──────── Exercise material

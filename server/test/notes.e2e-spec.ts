import { NOTES_STORAGE_DIR } from './notes-storage-dir';
import {
  NOTE_MAX_BYTES,
  PHOTO_MAX_BYTES,
  type InspectionResponse,
  type PhotoResponse,
  type VoiceNoteResponse,
} from '@yardcall/shared';
import { createHash, randomUUID } from 'node:crypto';
import { existsSync } from 'node:fs';
import { readFile, rm } from 'node:fs/promises';
import { dirname, join } from 'node:path';
import request from 'supertest';
import {
  bearer,
  binary,
  bodyOf,
  createdBody,
  errorBody,
  newTractor,
  OTHER_ORG_ADMIN,
  SECOND_DRIVER,
  signIn,
  startInspection,
  suiteApp,
} from './helpers';
import { makeOggOpusHead, makePng, makeWav } from './media-fixtures';

const sha256 = (bytes: Buffer) => createHash('sha256').update(bytes).digest('hex');

describe('voice notes and photos', () => {
  const { t, tokens } = suiteApp();
  let otherAdmin: string;
  let inspection: InspectionResponse;
  let itemKey: string;
  const wav = makeWav(250);

  beforeAll(async () => {
    otherAdmin = await signIn(t.url, OTHER_ORG_ADMIN);
    inspection = await newInspection();
    itemKey = inspection.checklist.items[0]!.key;
  });
  afterAll(async () => {
    await rm(dirname(NOTES_STORAGE_DIR), { recursive: true, force: true });
  });

  async function newInspection(): Promise<InspectionResponse> {
    const vehicle = await newTractor(t.url, tokens.admin, 'NT');
    return startInspection(t.url, tokens.driver, { vehicleIds: [vehicle.id] });
  }

  interface NoteFields {
    itemKey?: string;
    clientId?: string;
    durationMs?: string;
    heard?: string;
  }

  function uploadNote(id: string, file: Buffer, fields: NoteFields = {}, token = tokens.driver) {
    const call = request(t.url)
      .post(`/api/inspections/${id}/notes`)
      .set(bearer(token))
      .field('itemKey', fields.itemKey ?? itemKey)
      .field('clientId', fields.clientId ?? randomUUID())
      .field('durationMs', fields.durationMs ?? '250');
    if (fields.heard) void call.field('heard', fields.heard);
    return call.attach('file', file, { filename: 'note.bin', contentType: 'application/octet-stream' });
  }

  function uploadPhoto(id: string, file: Buffer, clientId = randomUUID()) {
    return request(t.url)
      .post(`/api/inspections/${id}/photos`)
      .set(bearer(tokens.driver))
      .field('itemKey', itemKey)
      .field('clientId', clientId)
      .attach('file', file, { filename: 'photo.bin', contentType: 'application/octet-stream' });
  }

  async function storedNote(id: string) {
    const [row] = await t.dataSource.query<{ object_key: string; size_bytes: number; sha256: string }[]>(
      'SELECT object_key, size_bytes, sha256 FROM voice_notes WHERE id = $1',
      [id],
    );
    return row!;
  }

  describe('uploading a voice note', () => {
    it('accepts a small WAV, judges its type by content and keeps its size and sha256', async () => {
      const response = await uploadNote(inspection.id, wav, { heard: 'air line chafed at the gladhand' });
      const note = createdBody<VoiceNoteResponse>(response);
      expect(note).toMatchObject({
        itemKey,
        mimeType: 'audio/wav',
        sizeBytes: wav.length,
        sha256: sha256(wav),
        durationMs: 250,
        heard: 'air line chafed at the gladhand',
        audioUrl: `/api/notes/${note.id}/audio`,
      });
      const row = await storedNote(note.id);
      expect(row).toMatchObject({ size_bytes: wav.length, sha256: sha256(wav) });
      const onDisk = await readFile(join(NOTES_STORAGE_DIR, 'data', row.object_key));
      expect(onDisk.equals(wav)).toBe(true);
    });

    it('takes an Ogg Opus recording as audio/ogg', async () => {
      const response = await uploadNote(inspection.id, makeOggOpusHead());
      expect(response.status).toBe(201);
      expect(bodyOf<VoiceNoteResponse>(response).mimeType).toBe('audio/ogg');
    });

    it('stores the same upload sent twice once, and answers the first note again with 200', async () => {
      const clientId = randomUUID();
      const first = await uploadNote(inspection.id, wav, { clientId });
      const second = await uploadNote(inspection.id, wav, { clientId });
      expect([first.status, second.status]).toEqual([201, 200]);
      expect(bodyOf<VoiceNoteResponse>(second)).toEqual(bodyOf<VoiceNoteResponse>(first));
      const [count] = await t.dataSource.query<{ n: number }[]>(
        'SELECT count(*)::int AS n FROM voice_notes WHERE inspection_id = $1 AND client_id = $2',
        [inspection.id, clientId],
      );
      expect(count?.n).toBe(1);
    });

    it('keeps one note when the same upload arrives twice at once', async () => {
      const clientId = randomUUID();
      const answers = await Promise.all([
        uploadNote(inspection.id, wav, { clientId }),
        uploadNote(inspection.id, wav, { clientId }),
      ]);
      expect(answers.map((a) => a.status).sort()).toEqual([200, 201]);
      expect(new Set(answers.map((a) => bodyOf<VoiceNoteResponse>(a).id)).size).toBe(1);
      const rows = await t.dataSource.query<{ object_key: string }[]>(
        'SELECT object_key FROM voice_notes WHERE inspection_id = $1 AND client_id = $2',
        [inspection.id, clientId],
      );
      expect(rows).toHaveLength(1);
    });

    it('refuses a clientId reused for a different recording with 409', async () => {
      const clientId = randomUUID();
      expect((await uploadNote(inspection.id, wav, { clientId })).status).toBe(201);
      const other = await uploadNote(inspection.id, makeWav(300), { clientId });
      expect(other.status).toBe(409);
      expect(errorBody(other).message).toMatch(/already used for a different file/);
    });

    it('refuses a file over the limit with 413 naming the limit', async () => {
      const big = Buffer.concat([makeWav(100), Buffer.alloc(NOTE_MAX_BYTES)]);
      const response = await uploadNote(inspection.id, big);
      expect(response.status).toBe(413);
      expect(errorBody(response).message).toBe(
        `The file is larger than the 10 MB (${NOTE_MAX_BYTES} bytes) allowed for a voice note: record a shorter one or send a smaller file.`,
      );
    });

    it('refuses an empty file with 400', async () => {
      const response = await uploadNote(inspection.id, Buffer.alloc(0));
      expect(response.status).toBe(400);
      expect(errorBody(response).message).toBe('The file is empty (0 bytes): send a voice note with something in it.');
    });

    it('refuses a file that is not audio with 400 naming the type found', async () => {
      const png = await uploadNote(inspection.id, makePng());
      expect(png.status).toBe(400);
      expect(errorBody(png).message).toBe(
        'This file is not WebM, Ogg, MP4/M4A, MP3 or WAV audio: its content looks like image/png. Send a voice note as WebM, Ogg, MP4/M4A, MP3 or WAV audio.',
      );
      const text = await uploadNote(inspection.id, Buffer.from('just some words, not a recording'));
      expect(text.status).toBe(400);
      expect(errorBody(text).message).toMatch(/its content is of no type we recognise/);
    });

    it('refuses a request without a file, naming the field', async () => {
      const response = await request(t.url)
        .post(`/api/inspections/${inspection.id}/notes`)
        .set(bearer(tokens.driver))
        .field('itemKey', itemKey)
        .field('clientId', randomUUID())
        .field('durationMs', '100');
      expect(response.status).toBe(400);
      expect(errorBody(response).message).toMatch(/as the form field "file"/);
    });

    it('refuses an item key that is not on the checklist, naming the field', async () => {
      const response = await uploadNote(inspection.id, wav, { itemKey: 'u9.nowhere.thing' });
      expect(response.status).toBe(400);
      expect(errorBody(response).fields).toEqual([
        { field: 'itemKey', message: `"u9.nowhere.thing" is not an item of this inspection's checklist.` },
      ]);
    });

    it('refuses a wrong duration, naming the field', async () => {
      const response = await uploadNote(inspection.id, wav, { durationMs: 'long' });
      expect(response.status).toBe(400);
      expect(errorBody(response).fields?.map((f) => f.field)).toEqual(['durationMs']);
    });

    it("refuses anyone but the inspection's driver: another driver gets 404, other roles 403", async () => {
      const otherDriver = await signIn(t.url, SECOND_DRIVER);
      const response = await uploadNote(inspection.id, wav, {}, otherDriver);
      expect(response.status).toBe(404);
      expect(errorBody(response).message).toMatch(/inspection/i);
      for (const token of [tokens.mechanic, tokens.supervisor, otherAdmin]) {
        expect((await uploadNote(inspection.id, wav, {}, token)).status).toBe(403);
      }
      expect((await uploadNote(randomUUID(), wav)).status).toBe(404);
      const [count] = await t.dataSource.query<{ n: number }[]>(
        'SELECT count(*)::int AS n FROM voice_notes WHERE inspection_id = $1',
        [inspection.id],
      );
      const before = count?.n;
      expect((await uploadNote(inspection.id, wav, {}, otherDriver)).status).toBe(404);
      const [after] = await t.dataSource.query<{ n: number }[]>(
        'SELECT count(*)::int AS n FROM voice_notes WHERE inspection_id = $1',
        [inspection.id],
      );
      expect(after?.n).toBe(before);
    });
  });

  describe('listening to a voice note', () => {
    let note: VoiceNoteResponse;
    beforeAll(async () => {
      note = bodyOf<VoiceNoteResponse>(await uploadNote(inspection.id, wav));
    });

    const audio = (range?: string, token = tokens.supervisor) => {
      const call = binary(request(t.url).get(`/api/notes/${note.id}/audio`).set(bearer(token)));
      return range ? call.set('Range', range) : call;
    };

    it('streams the whole recording with its type, length and Accept-Ranges', async () => {
      const response = await audio();
      expect(response.status).toBe(200);
      expect(response.headers['content-type']).toBe('audio/wav');
      expect(response.headers['accept-ranges']).toBe('bytes');
      expect(response.headers['content-length']).toBe(String(wav.length));
      expect((response.body as Buffer).equals(wav)).toBe(true);
    });

    it.each([
      ['bytes=0-99', 0, 99],
      ['bytes=44-', 44, wav.length - 1],
      ['bytes=-10', wav.length - 10, wav.length - 1],
      [`bytes=100-${wav.length + 500}`, 100, wav.length - 1],
    ])('answers %s with 206 and exactly those bytes', async (range, start, end) => {
      const response = await audio(range);
      expect(response.status).toBe(206);
      expect(response.headers['content-range']).toBe(`bytes ${start}-${end}/${wav.length}`);
      expect(response.headers['content-length']).toBe(String(end - start + 1));
      expect(response.headers['content-type']).toBe('audio/wav');
      expect((response.body as Buffer).equals(wav.subarray(start, end + 1))).toBe(true);
    });

    it('answers a range past the end with 416 and the size', async () => {
      const response = await request(t.url)
        .get(`/api/notes/${note.id}/audio`)
        .set(bearer(tokens.supervisor))
        .set('Range', `bytes=${wav.length}-`);
      expect(response.status).toBe(416);
      expect(response.headers['content-range']).toBe(`bytes */${wav.length}`);
      expect(errorBody(response).message).toContain(`has ${wav.length} bytes`);
    });

    it('lets the driver, a supervisor and a mechanic of the organisation listen', async () => {
      for (const role of ['driver', 'supervisor', 'mechanic', 'admin'] as const) {
        expect({ role, status: (await audio(undefined, tokens[role])).status }).toEqual({ role, status: 200 });
      }
    });

    it("answers 404 for another organisation's note, as if it did not exist", async () => {
      const response = await request(t.url).get(`/api/notes/${note.id}/audio`).set(bearer(otherAdmin));
      expect(response.status).toBe(404);
      expect(errorBody(response).message).toBe('No voice note with this id in your organisation.');
      expect((await request(t.url).get(`/api/notes/${randomUUID()}/audio`).set(bearer(tokens.admin))).status).toBe(404);
    });

    it('lists the note with the inspection', async () => {
      const response = await request(t.url).get(`/api/inspections/${inspection.id}`).set(bearer(tokens.driver));
      expect(bodyOf<InspectionResponse>(response).notes).toContainEqual(note);
    });
  });

  describe('photos', () => {
    it('accepts a PNG, serves it back byte for byte and lists it with the inspection', async () => {
      const png = makePng();
      const response = await uploadPhoto(inspection.id, png);
      const photo = createdBody<PhotoResponse>(response);
      expect(photo).toMatchObject({
        itemKey,
        mimeType: 'image/png',
        sizeBytes: png.length,
        url: `/api/photos/${photo.id}`,
      });
      const image = await binary(request(t.url).get(photo.url).set(bearer(tokens.mechanic)));
      expect(image.status).toBe(200);
      expect(image.headers['content-type']).toBe('image/png');
      expect((image.body as Buffer).equals(png)).toBe(true);
      const detail = await request(t.url).get(`/api/inspections/${inspection.id}`).set(bearer(tokens.supervisor));
      expect(bodyOf<InspectionResponse>(detail).photos).toContainEqual(photo);
      expect((await request(t.url).get(photo.url).set(bearer(otherAdmin))).status).toBe(404);
    });

    it('refuses audio sent as a photo, and a photo over its limit', async () => {
      const sound = await uploadPhoto(inspection.id, wav);
      expect(sound.status).toBe(400);
      expect(errorBody(sound).message).toBe(
        'This file is not JPEG, PNG or WebP images: its content looks like audio/wav. Send a photo as JPEG, PNG or WebP images.',
      );
      const big = await uploadPhoto(inspection.id, Buffer.concat([makePng(), Buffer.alloc(PHOTO_MAX_BYTES)]));
      expect(big.status).toBe(413);
      expect(errorBody(big).message).toContain(`8 MB (${PHOTO_MAX_BYTES} bytes) allowed for a photo`);
    });
  });

  describe('after the inspection is submitted', () => {
    it('refuses a new note with 409 but still answers a retried one', async () => {
      const own = await newInspection();
      const clientId = randomUUID();
      const key = own.checklist.items[0]!.key;
      expect((await uploadNote(own.id, wav, { clientId, itemKey: key })).status).toBe(201);
      const submit = await request(t.url)
        .post(`/api/inspections/${own.id}/submit`)
        .set(bearer(tokens.driver))
        .send({ signature: { name: 'Dana Okafor' } });
      expect(submit.status).toBeLessThan(300);
      const retry = await uploadNote(own.id, wav, { clientId, itemKey: key });
      expect(retry.status).toBe(200);
      const late = await uploadNote(own.id, wav, { itemKey: key });
      expect(late.status).toBe(409);
      expect(errorBody(late).message).toMatch(/has been submitted/);
      expect(existsSync(NOTES_STORAGE_DIR)).toBe(true);
    });
  });
});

────────────────

**Problem:** Print exactly the lines above from the one with "expect(answers.map((a) => a.status).sort()).toEqual([200, 201]);" to the one with "const rows = await", including both.

**Final answer:**
      expect(answers.map((a) => a.status).sort()).toEqual([200, 201]);
      expect(new Set(answers.map((a) => bodyOf<VoiceNoteResponse>(a).id)).size).toBe(1);
      const rows = await t.dataSource.query<{ object_key: string }[]>(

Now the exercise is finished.